Today has been one of those days, I didn’t sleep very well last night, as I knew this morning i was going to hand my notice in at work, and I was in two minds as to whether to do it in the first place as I really do care for the people I work with… however I cant get too attached to them I have to think of Me!
I love the company I currently work for, however in terms of progression, I am a little trapped and this is what started my job hunt!
It’s all been a little manic really as I was only contacted about a new role last Wednesday (15th) and I spoke to a lovely lady at an agency and was delighted as this role sounded just up my street. Thursday (16th) I woke up to an email asking me to an interview, I was delighted…. and then they said could I come on Friday, the panic really started to sink in then.
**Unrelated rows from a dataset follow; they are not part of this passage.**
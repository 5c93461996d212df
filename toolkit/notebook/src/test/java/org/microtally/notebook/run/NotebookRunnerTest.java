package org.microtally.notebook.run;

import static org.junit.jupiter.api.Assertions.assertEquals;
import static org.junit.jupiter.api.Assertions.assertFalse;
import static org.junit.jupiter.api.Assertions.assertTrue;

import com.google.gson.JsonArray;
import com.google.gson.JsonObject;
import com.google.gson.JsonParser;
import java.io.ByteArrayOutputStream;
import java.io.IOException;
import java.io.PrintStream;
import java.io.UncheckedIOException;
import java.net.URISyntaxException;
import java.nio.charset.StandardCharsets;
import java.nio.file.Files;
import java.nio.file.Path;
import java.util.ArrayList;
import java.util.List;
import java.util.concurrent.TimeUnit;
import java.util.stream.Stream;
import org.junit.jupiter.api.Assumptions;
import org.junit.jupiter.api.Test;
import org.junit.jupiter.api.Timeout;
import org.junit.jupiter.api.io.TempDir;
import org.microtally.notebook.render.Renderers;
Any way fast forward 24 hours, it’s Friday, I have just completed my interview and I will be honest… I felt FABULOUS! The company was amazing, the people so friendly, and I knew that they would help me in the next steps in my career as a HR Professional.
I sat in my car took some deep breaths, I had done my best, now time to go home and relax for the weekend. I was just over half way home when I received a call from the agency… they wanted me! I couldn’t believe it, I was over the bloody moon! Little old me had gone out there and smashed the interview out of the park!
I actually spend my Saturday in bed ill.. so that was a bit disappointing, but then come Sunday I knew I had to write that resignation letter! My stomach was churning all day, I have the best friends at work, and now I am not going to see them everyday… do I really want to leave them?
After a few tears to my Mum and many a frantic text to my boyfriend, I put my big girl pants on and did it! I wrote my resignation and here we are… 6:50pm on Monday 20th Feb… and I have m last 4 weeks ahead of me!
I am so excited about the opportunity ahead of me, but also very anxious at the moment, this is why I decided partly now was the right time for a blog. I can express my feelings without keeping them bottled up… as I do this a lot… then just end up crying.
I will do a separate article on my new role… but for now I am happy to share my wonderful news!